On this loan your principal and Interest payment would be 954.83 (this does not include taxes and insurance). Over the course of seven years you would have paid $80,205.72 in payments of which $27,880.90 went to principal reduction.

In other words, $52,324.82 of your $80,205.72 was your cost of using the money (interest). If you do some basic division you would find that 65.24% (.65 cents) of every dollar paid went to interest. Does that sound like 4% to you?

Let's take this same loan and extent it out to the 180th payment (15 years). At that point in the life of this 30 year loan the total payments are $171,869.40 with a principal reduction of $70,914.14 or $100,955.26 going to interest. This means that 58.74% (nearly .59 cents) of every dollar paid is going to interest. Notice that the interest charges are dropping.

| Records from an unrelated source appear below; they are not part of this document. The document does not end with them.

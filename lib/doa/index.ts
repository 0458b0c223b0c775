// Public entry point of the bearing-estimation library (lib/doa).
// Media, tapers and beam patterns, array figures and bounds:
export * from './design/medium';
export * from './design/beam-pattern';
export * from './design/array-figures';
export * from './bounds'; // bounds/index.ts
// Complex kernel, errors, linear algebra:
export * from './linalg/complex';
export * from './errors';
export * from './checks';
export * from './linalg/hermitian-eigen';
export * from './linalg/symmetric-eigen';
export * from './linalg/svd';
export * from './linalg/pseudo-inverse';
export * from './linalg/general-eigen';
export * from './linalg/polynomial-roots';
// Covariance, source count, methods and the orchestrator:
export * from './angles';
export * from './covariance';
export * from './methods/source-count';
export * from './methods/spectrum';
export * from './warnings';
export * from './methods/types';
export * from './methods/registry';
export * from './methods/esprit';
export * from './methods/unitary-esprit';
export * from './methods/music';
export * from './methods/root-music';
export * from './methods/beamformers';
export * from './estimate';
export * from './elements';
// Simulation and metrics:
export * from './sim/simulate';
export * from './design/metrics';
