'use client';
import { useRef, useState } from 'react';
import { useRouter } from 'next/navigation';
import { getCsrfToken } from 'next-auth/react';
import { Button } from '@/components/ui/button';
import { Field, FormMessage, inputClass } from '@/components/ui/field';
import { ProgressBar } from '@/components/ui/progress-bar';
import { cn } from '@/lib/client/cn';

export type ArrayOption = {
  id: number;
  name: string;
  revision: number;
  elements: number;
  spacingWavelengths: number;
  disabledElements: number[];
};

type Refusal = { message: string; fields?: Record<string, string[]> };

/**
 * Uploads one snapshot file with XMLHttpRequest so the browser can show the
 * bytes sent (fetch has no upload progress). The server answers after it has
 * stored and checked the file; until then the bar reads "checking".
 */
export function UploadForm({ arrays, maxBytes }: { arrays: ArrayOption[]; maxBytes: number }) {
  const router = useRouter();
  const fileRef = useRef<HTMLInputElement>(null);
  const [fileName, setFileName] = useState('');
  const [progress, setProgress] = useState<number | null>(null);
  const [phase, setPhase] = useState<'idle' | 'sending' | 'checking'>('idle');
  const [error, setError] = useState<Refusal | null>(null);
  const ext = fileName.toLowerCase().split('.').pop() ?? '';
  const isWav = ext === 'wav';
  const isHdf5 = ext === 'h5' || ext === 'hdf5';

  async function submit(e: React.FormEvent<HTMLFormElement>) {
    e.preventDefault();
    setError(null);
    const form = new FormData(e.currentTarget);
    const file = form.get('file');
    if (!(file instanceof File) || !file.name) {
      setError({ message: 'Choose a file to upload.', fields: { file: ['a file is required'] } });
      return;
    }
    if (file.size > maxBytes) {
      setError({
        message: `The file is ${(file.size / 1048576).toFixed(1)} MiB; the upload limit is ${(maxBytes / 1048576).toFixed(0)} MiB.`,
      });
      return;
    }
    for (const [k, v] of [...form.entries()]) if (v === '') form.delete(k);
    const csrf = await getCsrfToken();
    setPhase('sending');
    setProgress(0);
    const xhr = new XMLHttpRequest();
    xhr.open('POST', '/api/v1/datasets');
    if (csrf) xhr.setRequestHeader('x-csrf-token', csrf);
    xhr.setRequestHeader('accept', 'application/json');
    xhr.upload.onprogress = (ev) => {
      if (ev.lengthComputable) setProgress(ev.loaded / ev.total);
    };
    xhr.upload.onload = () => {
      setProgress(1);
      setPhase('checking');
    };
    xhr.onerror = () => {
      setPhase('idle');
      setProgress(null);
      setError({ message: 'The upload was interrupted (network error). Nothing was stored; try again.' });
    };
    xhr.onload = () => {
      let body: { id?: number; error?: Refusal } = {};
      try {
        body = JSON.parse(xhr.responseText);
      } catch {
        /* not JSON */
      }
      if (xhr.status === 201 && body.id) {
        router.push(`/datasets/${body.id}`);
        router.refresh();
        return;
      }
      setPhase('idle');
      setProgress(null);
      setError(body.error ?? { message: `The upload failed (${xhr.status}).` });
    };
    xhr.send(form);
  }

  const busy = phase !== 'idle';
  return (
    <form onSubmit={submit} className="grid gap-4 px-5 py-4" aria-label="Upload a dataset" noValidate>
      <div>
        <label htmlFor="file" className="block text-sm font-medium text-ink-800">
          Snapshot file
        </label>
        <input
          ref={fileRef}
          id="file"
          name="file"
          type="file"
          accept=".csv,.txt,.npy,.h5,.hdf5,.wav"
          onChange={(e) => setFileName(e.target.files?.[0]?.name ?? '')}
          aria-invalid={error?.fields?.file ? true : undefined}
          aria-describedby="file-hint"
          className={cn(
            inputClass,
            'mt-1 file:mr-3 file:rounded file:border-0 file:bg-glass-50 file:px-2 file:py-1 file:text-glass-800',
          )}
        />
        <p id="file-hint" className="mt-1 text-xs text-ink-500">
          CSV or text (complex a+bj), NPY, HDF5 or multichannel WAV; one snapshot per row, one element per column. Up to{' '}
          {(maxBytes / 1048576).toFixed(0)} MiB.
        </p>
      </div>
      <div className="grid gap-4 sm:grid-cols-2">
        <Field id="name" label="Name (optional)" placeholder="e.g. Harbour wall, run 3" maxLength={200} />
        <div>
          <label htmlFor="arrayId" className="block text-sm font-medium text-ink-800">
            Array (optional)
          </label>
          <select
            id="arrayId"
            name="arrayId"
            className={cn(inputClass, 'mt-1')}
            defaultValue=""
            aria-invalid={error?.fields?.arrayId ? true : undefined}
            aria-describedby={error?.fields?.arrayId ? 'arrayId-error' : undefined}
          >
            <option value="">No array yet</option>
            {arrays.map((a) => (
              <option key={a.id} value={a.id}>
                {a.name} (r{a.revision}, {a.elements} elements, d = {a.spacingWavelengths} λ)
              </option>
            ))}
          </select>
          {error?.fields?.arrayId ? (
            <p id="arrayId-error" className="mt-1 text-xs font-medium text-coral-600">
              {error.fields.arrayId[0]}
            </p>
          ) : null}
        </div>
      </div>
      {isHdf5 ? (
        <Field
          id="datasetPath"
          label="HDF5 dataset path"
          placeholder="/snapshots (optional when the file has one 2-D dataset)"
        />
      ) : null}
      {isWav ? (
        <fieldset className="grid gap-4 rounded-md border border-ink-100 p-3 sm:grid-cols-4">
          <legend className="px-1 text-xs font-medium text-ink-600">WAV: short-time Fourier transform</legend>
          <Field id="frequencyHz" label="Analysis frequency (Hz)" type="number" step="any" min="0" required />
          <Field id="fftLength" label="FFT length" type="number" placeholder="1024" />
          <Field id="hop" label="Hop (samples)" type="number" placeholder="= FFT length" />
          <div>
            <label htmlFor="window" className="block text-sm font-medium text-ink-800">
              Window
            </label>
            <select id="window" name="window" className={cn(inputClass, 'mt-1')} defaultValue="hann">
              <option value="hann">Hann</option>
              <option value="hamming">Hamming</option>
              <option value="rectangular">Rectangular</option>
            </select>
          </div>
        </fieldset>
      ) : null}
      {progress !== null ? (
        <div>
          <div className="flex justify-between text-xs text-ink-600">
            <span>{phase === 'checking' ? 'Checking and storing the file…' : `Uploading ${fileName}`}</span>
            <span className="tabular">{Math.round(progress * 100)}%</span>
          </div>
          <ProgressBar
            fraction={progress}
            label="Upload progress"
            minPercent={0}
            pulse={phase === 'checking'}
            className="mt-1"
          />
        </div>
      ) : null}
      {error ? (
        <FormMessage tone="error">
          {error.message}
          {error.fields?.location ? <span className="block text-xs">At {error.fields.location[0]}.</span> : null}
        </FormMessage>
      ) : null}
      <div>
        <Button type="submit" disabled={busy}>
          {busy ? 'Uploading…' : 'Upload'}
        </Button>
      </div>
    </form>
  );
}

If you were to continue calculating out as the loan matures you would find that you would eventually reach your 4% cost. Why is this? Because the way loans calculate the interest you end up paying all your interest up front.

So let's say that you bought a house 5 years ago and interest rates drop 2%. Is it smart to refinance? Have you ever wondered why your lender is happy to help you refinance to a lower rate? Did you really think they are looking out for you when they are in the business of making money?

No, the answer is that they understand the volume of interest is more important than the rate of interest. If you were to refinance the loan at this point in order to save two percent you will recharge the high volume of interest that is going to be charged on the new loan. This is why shortening the term is always the best idea in refinances not just lowering payments. Your payment is NOT the cost of your loan.

Making This Information Applicable

Look at your financial life and ask yourself how often you refinance, pay off early, sell, or cut short a loan that you have obtained? For most this is a never ending cycle. A person will go out and buy a new car and finance it on five years then trade it in after three years and think that the rate they paid on their car loan was 3% (or whatever they got). The actual numbers can easily be above 15%.

Understanding how interest works is one of the major keys to financial success. Unfortunately many, while trying to make prudent decisions, hurt themselves because of a lack of knowledge. I have seen so many wonderful people focus on the payment as the cost of the loan.

I can afford this house, car, or whatever because the payment is only $xx.xx. If you are only focused on the payment then you will live a life that lines the pockets of your local finance company.